I've been in news for about 6 years. It's fair to say I've covered my fair share of horrific stories. Murders, fatal accidents, fires, you name it, I've probably covered it.
It's hard but it gets easier. Sadly, I've covered mass shootings and terror attacks, as well. I truthfully never thought I would have to cover one in my own back yard and now I've covered two.
Two. That number is hard to swallow.
When a terror attack hit Chattanooga I was live on the air. My heart sunk but I went into news mode and told our viewers exactly what we knew and what happened.
That same thing happened on Sunday morning, except I was behind the scenes producing our weekend morning newscasts.
I remember seeing the tweets come in. I remember seeing the Facebook post on Pulse's Facebook page. "Everyone get out of Pulse and keep running." I thought to myself, what in the heck is going on? Why would anyone go on a rampage at Pulse?
Here's some back story. I went to college at the University of Central Florida in Orlando. I have been to Pulse many, many times. Yes, it's a gay club. But, at Pulse and any gay club, you can find straight people just trying to have a good time with some friends. I have some wonderful memories with some great people at Pulse. I can remember dancing and laughing so vividly. I remember smiling and being happy. No one ever turned down a Pulse night. You were guaranteed a good time.
And then there was the morning of June 12th. My twitter feed was flooded with retweets and messages from those in Orlando. The stories, the fear.. I couldn't understand what was happening.
It was getting to be 5am and we found out there were hostages. I still couldn't fathom why anyone would do this. Was this a hate crime? Why Pulse? Why Orlando?
A while later we started to hear the extent of this shooting. The shooter was dead and Orlando police called it a "mass casualty situation."
My heart just broke. I continued to write the news and frantically tried to cover this breaking news story. But, in reality, I wanted to cry. But I had a job to do and this community needed me to do it.
Police couldn't do a press conference.. that indicated to me there was an issue. That was a scary tweet from OPD. This situation was serious. What was happening? Are my friends ok? My brother doesn't live far from here and there was speculation there could be someone on the run (we later found out this wasn't true). Is he ok? Is he in danger? So many thoughts just going through my brain.

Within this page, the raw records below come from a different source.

TEST(DiscreteGoodness, Hypergeometric) {
    struct parameters {
        unsigned population;
        unsigned marked;
        unsigned draws;
    };
    for (const auto& [population, marked, draws] :
         std::array<parameters, 10>{{{20, 15, 10},
                                     {40, 20, 19}, // a mean of 9.5
                                     {40, 20, 20}, // 10: ratio of uniforms
                                     {40, 20, 21},
                                     {41, 21, 20},
                                     {200, 60, 40},
                                     {200, 140, 40}, // both flips, one by one and together
                                     {200, 60, 160},
                                     {200, 140, 160},
                                     {200, 100, 100}}}) {
        const std::string name =
            std::to_string(population) + " " + std::to_string(marked) + " " + std::to_string(draws);
        const leat::hypergeometric law{population, marked, draws};
        const auto sampled = sample(name, law);
        const double all = population;
        const double share = marked / all;
        const double mean = draws * share;
        const double variance = mean * (1 - share) * (all - draws) / (all - 1);
        auto report = moment_tests(name, sampled, {mean, variance, 0.5}, 1e9);
        report.push_back(mass_test(name, sampled, law.min(), law.max(),
                                   exact_masses(population, marked, draws)));
        check(report);
    }
    using reference = boost::math::hypergeometric_distribution<double>;
    struct large {
        unsigned population;
        unsigned marked;
        unsigned draws;
    };
    for (const auto& [population, marked, draws] : std::array<large, 3>{
             {{200000, 2000, 2000}, {1000000, 600000, 1000}, {200000, 3000, 80000}}}) {
        const std::string name = std::to_string(population);
        const reference exact(marked, draws, population);
        const double centre = boost::math::mean(exact);
        const double width = 7 * std::sqrt(boost::math::variance(exact));
        const auto sampled = sample(name + " " + std::to_string(marked),
                                    leat::hypergeometric{population, marked, draws});
        check(mass_test(name, sampled, static_cast<std::int64_t>(std::max(0.0, centre - width)),
                        static_cast<std::int64_t>(centre + width),
                        [&](double k) { return pdf(exact, static_cast<unsigned>(k)); }));
    }
}

/// Masses in proportion to k^-s, summed in long double from the smallest.
std::vector<double> zipf_masses(double s, int n) {
    std::vector<double> masses(static_cast<std::size_t>(n) + 1);
    long double total = 0;
    for (int k = n; k >= 1; --k) {
        total += std::pow(static_cast<long double>(k), -static_cast<long double>(s));
    }
    for (int k = 1; k <= n; ++k) {
        masses[static_cast<std::size_t>(k)] = static_cast<double>(
            std::pow(static_cast<long double>(k), -static_cast<long double>(s)) / total);
    }
    return masses;
}

TEST(DiscreteGoodness, Zipf) {
    struct parameters {
        double s;
        int n;
    };
    for (const auto& [s, n] : std::array<parameters, 9>{{{0, 50},
                                                         {1e-12, 50},
                                                         {0.5, 100},
                                                         {1, 1000},
                                                         {1 + 1e-12, 1000},
                                                         {1.1, 100000},
                                                         {2, 1000000},
                                                         {3.7, 10},
                                                         {1.5, 2}}}) {
        const auto masses = zipf_masses(s, n);
        const std::string name = number(s) + " " + std::to_string(n);
        check(mass_test(name, sample(name, leat::zipf{s, n}), 1, n,
                        [&](double k) { return masses[static_cast<std::size_t>(k)]; }));
    }
    // As large as n goes: the scale by the integral, which the sum all but is, and the low digits.
    for (const double s : {0.0, 0.1, 0.7}) {
        const auto draws = sample("largest " + number(s), leat::zipf{s, no_end});
        std::vector<double> x(draws.begin(), draws.end());
        check(kolmogorov_smirnov_test(number(s), x,
                                      [s](double k) { return std::pow(k * 0x1p-63, 1 - s); }));
        std::vector<std::uint64_t> low_digits(256);
        for (const auto k : draws) {
            ++low_digits[static_cast<std::uint64_t>(k) % 256];
        }
        check(chi_square_test(number(s) + ", modulo 256", low_digits));
    }
}

// Means where no mass can be counted: the shape by Boost.Math's distribution functions, or by a
// normal law whose difference (at most 0.04 divided by the standard deviation) is far below what
// the sample could show; and the lowest digits.
template <class Law, class Cdf>
void check_large(const std::string& name, const Law& law, Cdf cdf) {
    const auto draws = sample(name, law);
    std::vector<double> x;
    for (const auto k : draws) {
        x.push_back((static_cast<double>(k) - law.mean()) / std::sqrt(law.variance()));
    }
    check(kolmogorov_smirnov_test(name, x, cdf));
    std::vector<std::uint64_t> low_digits(256);
    for (const auto k : draws) {
        ++low_digits[static_cast<std::uint64_t>(k) % 256];
    }
    check(chi_square_test(name + ", modulo 256", low_digits));
}

TEST(DiscreteGoodness, LargeMeans) {
    const auto normal = [](double z) {
        return boost::math::cdf(boost::math::normal_distribution<double, in_double>(0, 1), z);
    };
    constexpr std::int64_t two_to_53 = std::int64_t{1} << 53;
    check_large("Poisson 1e12", leat::poisson{1e12}, normal);
    check_large("Poisson 1e15", leat::poisson{1e15}, normal);
    check_large("Poisson 9e18", leat::poisson{9e18}, normal);
    check_large("binomial 0.5", leat::binomial{two_to_53, 0.5}, normal);
    check_large("binomial 1e-4", leat::binomial{two_to_53, 1e-4}, normal);
    check_large("binomial 0.9", leat::binomial{two_to_53, 0.9}, normal);
    check_large("hypergeometric", leat::hypergeometric{two_to_53, two_to_53 / 3, two_to_53 / 5 * 4},
                normal);
    check_large("hypergeometric of few",
                leat::hypergeometric{two_to_53, two_to_53 / 1000, two_to_53 / 7}, normal);
    check_large("negative binomial", leat::negative_binomial{1e9, 1e-3}, normal);
}

// ---- Planted faults ----------------------------------------------------------------------------

/// A normal law's draws, rounded: what a central-limit shortcut gives.
struct rounded_normal {
    leat::normal<double> law;
    template <class G>
    std::int64_t operator()(G& g) const {
        return std::llround(law(g));
    }
};

TEST(DiscreteFaults, PoissonByRoundedNormal) {
    const boost::math::poisson_distribution<double, in_double> reference(1000);
    const rounded_normal wrong{leat::normal{1000, std::sqrt(1000.0)}};
    EXPECT_TRUE(
        is_rejected(count_report("wrong", sample("wrong", wrong, 5 * many), reference, 0, no_end)));
    check(count_report("right", sample("right", leat::poisson{1000}, 5 * many), reference, 0,
                       no_end));
}

TEST(DiscreteFaults, BinomialByRoundedNormal) {
    const boost::math::binomial_distribution<double, in_double> reference(100, 0.3);
    const rounded_normal wrong{leat::normal{30, std::sqrt(21.0)}};
    EXPECT_TRUE(is_rejected(count_report("wrong", sample("wrong", wrong), reference, 0, 100)));
    check(count_report("right", sample("right", leat::binomial{100, 0.3}), reference, 0, 100));
}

Then, we found out this was a terror attack. I was in shock... but I had news to fill and stories to write. I remember frantically writing every little thing I could. I remember seeing this mom on GMA just terrified that her son could be dead. I recognized the last name but didn't know how. How is this happening in a place I lived for 5 years? A place I'm so familiar with. I wanted to cry, my heart broke for this woman. Her son is missing. Who else is missing?
We continued to learn more details about this horrific morning as the day went on. It took about 24 hours before we learned who the victims were. But, we knew the shooter and all the hatred he was capable of. The evil that was inside him to shoot 49 people inside a club. It hurt. Bad.
After my 14 hour day, I drove my 30 minutes home. I drove my 30 minute drive, thankful that everyone I knew was alive and well. But, I still was hurt. My heart broke. The gay community is tight knit in Orlando. Chances are you know someone, who knows someone, etc. Some of the nicest people I've ever met. Some of the best friend I ever made. This could've been them.
But, instead it was 49 innocent people. 49 people who were trying to dance, laugh and have a good time. They were embracing those memories I once shared in that same club 7 or 8 years ago. The stories are tragic. The stories hurt. They may leave you broken.
I understand why so many people think journalists are heartless. We show up on your tv screen and tell you the facts. There's little emotion. But, I can tell you that each one of us had emotion that day. There are tears behind the scenes, there is anger and disbelief. Many stations even provide grief counselors to help us deal with this pain.
Covering tragic events isn't easy. It especially isn't easy when it hits home. When you can relate to every one of the 49 victims that were so brutally murdered.
But then, then came the positive stories. The THOUSANDS of people who showed up just hours later to donate blood. The first responders and their heroism. The surgeons and nurses. The list goes on and it should. The acts of love is what makes Orlando, Orlando. The businesses that donated food, water and time. I was in awe. The story didn't shift, it didn't change. But these stories did make a difference.
We know what happened. We know a terrorist walked into a club and killed 49 people in the name of ISIS.
But, to me, what matters is everything but that. The victims, the heroes. I wish we could put politics aside and remember these victims and honor the heroes.
They deserve that, at least for now. The debate on gun laws will always be there. Let us lay these 49 people to rest and let us mourn.
We need to mourn. We need to grieve. Because we're hurt. But all the love.. the love we've received from around the world, brings us just one step closer to healing.